One of the cryptocurrency industry’s highest-profile hedge fund firms has been accused of “criminal” mismanagement and raided by a Swiss prosecutor, in a dispute with an investor over losses suffered following the collapse of crypto exchange FTX.
Geneva-based Tyr Capital Partners is alleged to have ignored an internal risk limit and investor warnings over its exposure to FTX, according to legal documents filed in the Cayman Islands by an investor and seen by the Financial Times.
The action has been brought by TGT, a fund that invested with Tyr and that is now trying to wind up the portfolio and take control of the remaining assets, including a $22mn claim against FTX. TGT invests money from a group of companies that includes crypto wealth platform Yield App.
Tyr — which denies the allegations brought against it by TGT — is led by Edouard Hindi, the former head of Deutsche Bank’s energy proprietary trading, and Olivier Trombert, ex-head of Société Générale’s energy options desk.
The hedge fund has been viewed as a relative success story in the crypto hedge fund sector, even as other names such as Three Arrows Capital and Galois Capital have folded. The firm, which manages around $140mn in assets, has profited in recent years from trading discrepancies in prices of tokens such as bitcoin and ether.
TGT claims in the filing that it raised concerns with Tyr chief investment officer Hindi about the financial health of FTX between November 7 and 10 2022, the days leading up to the collapse of Sam Bankman-Fried’s exchange. However, Tyr only tried to withdraw its assets from FTX around November 11, the day the exchange filed for bankruptcy, according to the filing.

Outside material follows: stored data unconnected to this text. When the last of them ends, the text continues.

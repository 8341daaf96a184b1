using System.Globalization;
using VolCast.Core.Data;
using VolCast.IO.Reading;

namespace VolCast.IO;
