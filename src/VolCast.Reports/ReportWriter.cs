using System.Globalization;
using VolCast.Core.Backtest;
using VolCast.Core.Calibration;
using VolCast.Core.Cone;
using VolCast.Core.Data;
using VolCast.Core.Estimators;
using VolCast.IO;
using VolCast.IO.Csv;
using VolCast.IO.Results;
using VolCast.Reports.Charts;
using VolCast.Reports.Html;
using VolCast.Reports.Model;

namespace VolCast.Reports;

FTX’s administrators have since abandoned plans to revive the defunct exchange. Customers are expected to be paid back based on the value of their investments at the time of FTX’s collapse, when cryptocurrencies such as bitcoin and ether were less than half their current prices.
TGT also filed a criminal complaint about Tyr to the Geneva prosecutor in April last year, alleging “the criminal offence of criminal management” and requesting a “dawn raid” on the fund manager’s offices.
The search, in which the prosecutor seized documents, took place on August 17 last year, according to a person familiar with the details. Hindi was summoned to appear before the prosecutor as a so-called person providing information — a status between a witness and being accused — according to the filing in the Cayman Islands.
“The procedure is still ongoing,” said a spokesperson for the Geneva prosecutor.
A person close to Tyr said that Hindi was not summoned, but that Tyr asked for a meeting with the prosecutor “a couple of days” after the search took place.
“Given there are ongoing investigations as a result of these false claims, we cannot comment in detail as we refuse to prejudice those investigations,” Tyr said in a statement.
“There is no valid legal claim that can be asserted” by TGT against Tyr, it said, and added that it “respects all relevant laws” and has “complied with its regulatory and contractual obligations.”
The person close to Tyr disputed TGT’s account of the warnings ahead of FTX’s collapse.
“We are currently working through the legal process in Cayman Islands to wind up [the fund],” said TGT director Justin Wright. TGT added it “could not comment further as legal proceedings are ongoing.”
TGT also claims that Tyr ignored an internal risk requirement limiting exposure to any single counterparty to 15 per cent of assets. Tyr told the prosecutor that an independent committee, set up by the fund, had found that it did not breach internal rules, according to the filing, which the FT obtained via OffshoreAlert website.
The filing also shows that the claim against FTX was transferred to a new fund. A small portfolio containing TGT’s remaining assets suffered an 84 per cent loss in dollar terms between January and October last year, according to FT calculations based on performance data in the filing.
That fall in assets, according to the person close to Tyr, was driven by the legal cost of defending against TGT’s legal claims and the fund’s running costs, rather than trading decisions, and equated to around $800,000.
The 84 per cent loss “is false and wholly disputed”, Tyr said.
“There has been a serious and demonstrable lack of probity in the conduct of the fund’s affairs,” TGT said in the filing. It added it had “irretrievably and justifiably lost trust and confidence in the fund due to mismanagement” and called for an independent investigation into how the fund was run.
TGT, whose directors are Yield App co-founders Wright and Jason Corbett, also took aim in its filing at the fund’s independent committee, which it said has refused to take part in the criminal proceedings in Switzerland.
The committee has also “done nothing to stop the unjustified depletion” of the fund even though no trades had been made since around the time of FTX’s collapse, the petition alleges.
“The fund’s board of directors and independent committee rejects entirely the allegations of mismanagement made against them by TGT/Yield App,” said Carlos Mariano Grandval, who is a director and part of the independent committee. “The fund intends to apply to strike out the petition.”
Casey McDonald, a director and the other member of the independent committee listed in the petition, did not respond to a request for comment.